To those who should know-the hard sell boys of the
big advertising agencies-it’s a verbal trademark that outsells
the “away we go” of a Jackie Gleason; the casual “hi”
of a Perry Como or even that straightforward, “Folks, we
have a really big one tonight, really big one” of an Ed
Sullivan.
That fact, long suspected, got strong documentation
in an informal survey of some 50 agency toppers, none of them
connected with the Welk show. Welk polled more than the other
top TV stars combined.
One advertising executive, admitting his musical
taste is strongly anti-Welk, summed up:
“When A Big sponsor is so
pleased with a star that he bankrolls a second hour-long show
a week over the same network, we must look upon him with awe,
if not reverence.”
What Liberace is to older women and what Elvis Presley
is to younger girls, Welk is to the middle-aged married couples-the
income group that buys most automobiles. Welk’s sponsor,
of course is automotive.
Many in the trade have tried to analyze Welk’s
phenomenal success since he first appeared on a television station
here five years ago. Sophisticated critics made fun on him; so
did musicians of the so-called progressive school of modern jazz.
Welk, his critics said, played Mickey Mouse music.
Translated that means corny. No one liked him, it seemed, but
the people.
An executive in the advertising agency which handled
Welk’s debut recalled:
“We had one man in the agency handling Welk
then. Now we have 25.”
Others Say a shrewd business head
is behind his sincere way with an audience.

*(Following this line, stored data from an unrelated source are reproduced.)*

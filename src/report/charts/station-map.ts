/**
 * Station map: points coloured by a value with a colour-bar legend, on equal-aspect axes
 * (lon/lat degrees with cos(latitude) scaling, or projected metres), over an optional raster
 * background given as a PNG data URI (shaded relief) with its extent in the same coordinates.
 */
import { esc, px } from '../escape.js';
import type { ColourScale } from '../colour-scale.js';
import { createFrame, emptyChart, extentOf } from './chart-frame.js';
import { COLOUR_BAR_PAD, colourBar } from './colour-bar.js';

export type MapCoords = 'lonlat' | 'projected';

export interface RasterBackground {
  dataUri: string;
  /** Extent of the image's outer edges in map coordinates. */
  xMin: number;
  xMax: number;
  yMin: number;
  yMax: number;
}

export interface StationMapSpec {
  id: string;
  title: string;
  coords: MapCoords;
  x: ArrayLike<number>;
  y: ArrayLike<number>;
  values: ArrayLike<number>;
  scale: ColourScale;
  /** Colour-bar label with unit, e.g. "CBA (mGal)". */
  valueLabel: string;
  /** Station ids for hover titles (omitted above 5000 stations to keep the file small). */
  ids?: readonly string[];
  background?: RasterBackground;
  width?: number;
  height?: number;
}

const MAX_TITLED_POINTS = 5000;

export function stationMap(spec: StationMapSpec): string {
  const xd = extentOf(spec.x);
  const yd = extentOf(spec.y);
  let any = false;
  for (let i = 0; i < spec.x.length && !any; i++) any = Number.isFinite(spec.x[i] as number) && Number.isFinite(spec.y[i] as number);
  if (!any) return emptyChart(spec.id, spec.title, 'No station positions.');
  const midLat = (yd[0] + yd[1]) / 2;
  const aspect = spec.coords === 'lonlat' ? Math.max(0.05, Math.cos((midLat * Math.PI) / 180)) : 1;
  const f = createFrame({
    id: spec.id,
    title: spec.title,
    xLabel: spec.coords === 'lonlat' ? 'Longitude (°E)' : 'Easting (m)',
    yLabel: spec.coords === 'lonlat' ? 'Latitude (°N)' : 'Northing (m)',
    xDomain: xd,
    yDomain: yd,
    equalAspect: aspect,
    rightPad: COLOUR_BAR_PAD,
    width: spec.width ?? 640,
    height: spec.height ?? 480,
  });
  const marks: string[] = [];
  const bg = spec.background;
  if (bg) {
    const x0 = f.sx(bg.xMin);
    const x1 = f.sx(bg.xMax);
    const y0 = f.sy(bg.yMax);
    const y1 = f.sy(bg.yMin);
    marks.push(`<image class="relief" href="${esc(bg.dataUri)}" x="${px(x0)}" y="${px(y0)}" width="${px(x1 - x0)}" height="${px(y1 - y0)}" preserveAspectRatio="none"/>`);
  }
  const withTitles = spec.ids !== undefined && spec.x.length <= MAX_TITLED_POINTS;
  const dots: string[] = [];
  // draw in value order so extremes stay on top; NaN-valued stations first, in grey
  const order = Array.from({ length: spec.x.length }, (_, i) => i).sort((a, b) => rank(spec.values[a] as number, spec.scale) - rank(spec.values[b] as number, spec.scale));
  for (const i of order) {
    const x = spec.x[i] as number;
    const y = spec.y[i] as number;
    if (!Number.isFinite(x) || !Number.isFinite(y)) continue;
    const v = spec.values[i] as number;
    const title = withTitles ? `<title>${esc(spec.ids?.[i] ?? '')}: ${esc(Number.isFinite(v) ? v.toFixed(2) : 'no value')}</title>` : '';
    dots.push(`<circle cx="${px(f.sx(x))}" cy="${px(f.sy(y))}" r="3.6" fill="${spec.scale.colour(v)}">${title}</circle>`);
  }
  marks.push(`<g class="points" stroke="#222" stroke-width="0.5">${dots.join('')}</g>`);
  const bar = colourBar(spec.id, spec.scale, spec.valueLabel, f.left + f.plotWidth + 14, f.top, f.plotHeight);
  return f.open() + `<g class="marks" clip-path="url(#${esc(f.clipId)})">${marks.join('')}</g>` + bar + f.close();
}

function rank(v: number, scale: ColourScale): number {
  return Number.isFinite(v) ? Math.abs(v - (scale.centre ?? scale.min)) : -Infinity;
}
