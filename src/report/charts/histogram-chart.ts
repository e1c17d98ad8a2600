/** Histogram with nice bin edges, and optional vertical marker lines (e.g. a tolerance). */
import { esc, px } from '../escape.js';
import { niceStep } from '../ticks.js';
import { sortedFinite } from '../summary-stats.js';
import { createFrame, emptyChart } from './chart-frame.js';

export interface HistogramBins {
  /** Left edge of the first bin. */
  start: number;
  /** Bin width. */
  width: number;
  counts: number[];
}

/** Bins the finite values into about `targetBins` bins whose edges are multiples of a 1-2-5 step. */
export function binValues(values: ArrayLike<number>, targetBins = 20): HistogramBins {
  const s = sortedFinite(values);
  if (s.length === 0) return { start: 0, width: 1, counts: [] };
  const lo = s[0] as number;
  const hi = s[s.length - 1] as number;
  const width = hi > lo ? niceStep(hi - lo, targetBins) : Math.max(Math.abs(lo) * 0.1, 1);
  const start = Math.floor(lo / width) * width;
  const n = Math.max(1, Math.floor((hi - start) / width) + 1);
  const counts = new Array<number>(n).fill(0);
  for (const v of s) {
    const i = Math.min(n - 1, Math.floor((v - start) / width));
    counts[i] = (counts[i] ?? 0) + 1;
  }
  return { start, width, counts };
}

export interface HistogramSpec {
  id: string;
  title: string;
  xLabel: string;
  values: ArrayLike<number>;
  markers?: readonly { x: number; label: string }[];
  colour?: string;
  width?: number;
  height?: number;
}

export function histogramChart(spec: HistogramSpec): string {
  const bins = binValues(spec.values);
  if (bins.counts.length === 0) return emptyChart(spec.id, spec.title, 'No values to bin.');
  const xEnd = bins.start + bins.width * bins.counts.length;
  const markerXs = (spec.markers ?? []).map((m) => m.x).filter((x) => Number.isFinite(x));
  const f = createFrame({
    id: spec.id,
    title: spec.title,
    xLabel: spec.xLabel,
    yLabel: 'Stations (count)',
    xDomain: [Math.min(bins.start, ...markerXs), Math.max(xEnd, ...markerXs)],
    yDomain: [0, Math.max(...bins.counts)],
    ...(spec.width ? { width: spec.width } : {}),
    ...(spec.height ? { height: spec.height } : {}),
  });
  const bars = bins.counts
    .map((c, i) => {
      if (c === 0) return '';
      const x0 = f.sx(bins.start + i * bins.width);
      const x1 = f.sx(bins.start + (i + 1) * bins.width);
      const y = f.sy(c);
      return `<rect x="${px(x0)}" y="${px(y)}" width="${px(Math.max(0.5, x1 - x0 - 1))}" height="${px(f.sy(0) - y)}"><title>${esc(`${c}`)}</title></rect>`;
    })
    .join('');
  const marks = [`<g class="bars" fill="${esc(spec.colour ?? '#31688e')}">${bars}</g>`];
  for (const m of spec.markers ?? []) {
    if (!Number.isFinite(m.x)) continue;
    const x = px(f.sx(m.x));
    marks.push(`<line class="marker" x1="${x}" x2="${x}" y1="${f.top}" y2="${f.top + f.plotHeight}" stroke="#d55e00" stroke-width="1.5" stroke-dasharray="5 3"/>`);
    marks.push(`<text class="marker-label" x="${px(f.sx(m.x) + 4)}" y="${f.top + 14}">${esc(m.label)}</text>`);
  }
  return f.open() + `<g class="marks" clip-path="url(#${esc(f.clipId)})">${marks.join('')}</g>` + f.close();
}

Welk denies he is a sharp businessman and cites
his record stay at Aragon ball-room in suburban Ocean Park. His
band has been playing there five nights a week to crowds ranging
from 3,000 to 8,000 a night since 1951.
Welk, a top bandleader for more than a quarter-century,
believes that the decline of the big name band era began when
musicians started playing only for themselves.
“I’ll interrupt any arrangement to play
‘Happy Birthday’ for someone in the audience,”
says Welk. And he will talk to anyone who dances by the bandstand.
Possibly his greatest commercial
asset is the self-identification appeal.
When he appears before the TV audience, there’s
still a little of his father’s Strasburg, N.D., farm on
him. He is shy, stammers a little, and has a slight accent.
Welk’s national TV success comes as no surprise
to anyone who ever lived in the Midwest. For years, he was a great
favorite of Chicago’s twin ballrooms-the Aragon and Trianon.
In that huge center of Polish, Hungarian, Czech and other central
European groups, Welk’s way with a polka was little short
of sensational.
Now that most of that dance hall crowd has grown
up and settled down before the living room TV set, they help account
for his ratings.
Welk keys his music to them. He admits he plays
strictly to older folks on his Saturday night show. His new Monday
show over ABC-TV is geared to a younger crowd.